The role of genetic testing in the domain of neurodevelopmental and psychiatric disorders (NPDs) is gradually changing from providing etiological explanation for the presence of NPD phenotypes to also identifying young individuals at high risk of developing NPDs before their clinical manifestation. In clinical practice, the latter implies a shift towards the availability of individual genetic information predicting a certain liability to develop an NPD (e.g., autism, intellectual disability, psychosis etc.). The shift from mostly a posteriori explanation to increasingly a priori risk prediction is the by-product of the systematic implementation of whole exome or genome sequencing as part of routine diagnostic work-ups during the neonatal and prenatal periods. This rapid uptake of genetic testing early in development has far-reaching consequences for psychiatry: Whereas until recently individuals would come to medical attention because of signs of abnormal developmental and/or behavioral symptoms, increasingly, individuals are presented based on genetic liability for NPD outcomes before NPD symptoms emerge. This novel clinical scenario, while challenging, also creates opportunities for research on prevention interventions and precision medicine approaches. Here, we review why optimization of individual risk prediction is a key prerequisite for precision medicine in the sphere of NPDs, as well as the technological and statistical methods required to achieve this ambition.
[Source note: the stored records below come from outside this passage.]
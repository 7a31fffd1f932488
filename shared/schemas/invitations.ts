import { z } from 'zod';

const email = z
  .email('Enter a valid e-mail address.')
  .max(254)
  .transform((value) => value.toLowerCase());
const name = z.string().trim().min(1).max(120).optional();

export const createInvitationInput = z.discriminatedUnion('role', [
  z.object({ role: z.enum(['technician', 'admin']), email, name }),
  z.object({ role: z.literal('owner'), email, name, tankId: z.uuid('Choose a tank.') }),
]);
export type CreateInvitationInput = z.infer<typeof createInvitationInput>;

export const invitation = z.object({
  id: z.uuid(),
  email: z.string(),
  name: z.string().nullable(),
  role: z.enum(['owner', 'technician', 'admin']),
  tank: z.object({ id: z.uuid(), name: z.string() }).nullable(),
  expiresAt: z.iso.datetime(),
  status: z.enum(['pending', 'accepted', 'expired', 'revoked']),
  emailSent: z.boolean().optional(),
});
export type Invitation = z.infer<typeof invitation>;

export const invitationIdParams = z.object({ invitationId: z.uuid() });
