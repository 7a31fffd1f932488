import { and, asc, eq, inArray, ne, sql } from 'drizzle-orm';
import type { Db } from '../db/client';
import { tankMembers, tanks, users } from '../db/schema/index';
import { conflict, notFound } from '../lib/http-error';
import type { ClientSummary, StaffMember } from '@shared/schemas/users';
import type { Actor } from './actors';
import { recordAudit, type AuditSource } from './audit';
import type { StaffRole } from '@shared/people/permissions';

export async function findUserByIdentity(db: Db, issuer: string, subject: string) {
  const [user] = await db
    .select()
    .from(users)
    .where(and(eq(users.issuer, issuer), eq(users.subject, subject)));
  return user ?? null;
}

const publicColumns = {
  id: users.id,
  name: users.name,
  email: users.email,
  role: users.role,
  status: users.status,
};

export function listStaff(db: Db, actor: Actor): Promise<StaffMember[]> {
  return db
    .select(publicColumns)
    .from(users)
    .where(and(eq(users.companyId, actor.companyId), ne(users.role, 'owner')))
    .orderBy(asc(users.name));
}

async function findCompanyUser(db: Db, actor: Actor, userId: string) {
  const [user] = await db
    .select()
    .from(users)
    .where(and(eq(users.id, userId), eq(users.companyId, actor.companyId)));
  if (!user) throw notFound('user');
  return user;
}

type UserRow = typeof users.$inferSelect;

const asTarget = (user: UserRow) => ({ kind: 'user' as const, id: user.id, label: user.name });

export async function changeStaffRole(
  db: Db,
  actor: Actor,
  userId: string,
  role: StaffRole,
  source: AuditSource,
) {
  const user = await findCompanyUser(db, actor, userId);
  if (user.role === 'owner') throw conflict('not_staff', 'Clients do not have a staff role.');
  if (user.id === actor.id) throw conflict('own_role', 'Ask another admin to change your own role.');
  return db.transaction(async (tx) => {
    const [updated] = await tx
      .update(users)
      .set({ role })
      .where(eq(users.id, user.id))
      .returning(publicColumns);
    await recordAudit(tx, {
      companyId: actor.companyId,
      actor,
      action: 'user.role-changed',
      target: asTarget(user),
      before: { role: user.role },
      after: { role },
      source,
    });
    return updated!;
  });
}

/** Deactivation ends every session of that person at once, in every API process. */
export async function deactivateUser(db: Db, actor: Actor, userId: string, source: AuditSource) {
  const user = await findCompanyUser(db, actor, userId);
  if (user.id === actor.id) throw conflict('own_account', 'You cannot deactivate your own account.');
  return db.transaction(async (tx) => {
    const [updated] = await tx
      .update(users)
      // A deactivated person's calendar address stops for good; after reactivation they issue a new one.
      .set({ status: 'deactivated', deactivatedAt: source.at, calendarTokenHash: null })
      .where(eq(users.id, user.id))
      .returning(publicColumns);
    await tx.execute(sql`delete from session where sess->>'userId' = ${user.id}`);
    await recordAudit(tx, {
      companyId: actor.companyId,
      actor,
      action: 'user.deactivated',
      target: asTarget(user),
      before: { status: user.status },
      after: { status: 'deactivated' },
      source,
    });
    return updated!;
  });
}

export async function reactivateUser(db: Db, actor: Actor, userId: string, source: AuditSource) {
  const user = await findCompanyUser(db, actor, userId);
  return db.transaction(async (tx) => {
    const [updated] = await tx
      .update(users)
      .set({ status: 'active', deactivatedAt: null })
      .where(eq(users.id, user.id))
      .returning(publicColumns);
    await recordAudit(tx, {
      companyId: actor.companyId,
      actor,
      action: 'user.reactivated',
      target: asTarget(user),
      before: { status: user.status },
      after: { status: 'active' },
      source,
    });
    return updated!;
  });
}

export async function listClients(db: Db, actor: Actor): Promise<ClientSummary[]> {
  const owners = await db
    .select({ id: users.id, name: users.name, email: users.email, status: users.status })
    .from(users)
    .where(and(eq(users.companyId, actor.companyId), eq(users.role, 'owner')))
    .orderBy(asc(users.name));
  if (owners.length === 0) return [];
  const memberships = await db
    .select({ userId: tankMembers.userId, id: tanks.id, name: tanks.name })
    .from(tankMembers)
    .innerJoin(tanks, eq(tanks.id, tankMembers.tankId))
    .where(
      inArray(
        tankMembers.userId,
        owners.map((owner) => owner.id),
      ),
    )
    .orderBy(asc(tanks.name));
  return owners.map((owner) => ({
    ...owner,
    tanks: memberships.filter((m) => m.userId === owner.id).map(({ id, name }) => ({ id, name })),
  }));
}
基因检测在神经发育和精神疾病 （NPD） 领域的作用正在逐渐改变，从为 NPD 表型的存在提供病因解释，转变为在临床表现之前识别患 NPD 高风险的年轻人。在临床实践中，后者意味着转向预测发展 NPD 的某种倾向（例如，自闭症、智力障碍、精神病等）的个体遗传信息的可用性。从主要是后验解释到越来越先验的风险预测的转变是系统实施全外显子组或基因组测序的副产品，作为新生儿和产前时期常规诊断检查的一部分。这种在发育早期快速接受基因检测对精神病学产生了深远的影响：直到最近，个体才会因为异常发育和/或行为症状的迹象而就医，而越来越多的个体在 NPD 症状出现之前就根据 NPD 结果的遗传易感性出现。这种新颖的临床情景虽然具有挑战性，但也为预防干预和精准医学方法的研究创造了机会。在这里，我们回顾了为什么优化个体风险预测是 NPD 领域精准医疗的关键先决条件，以及实现这一雄心所需的技术和统计方法。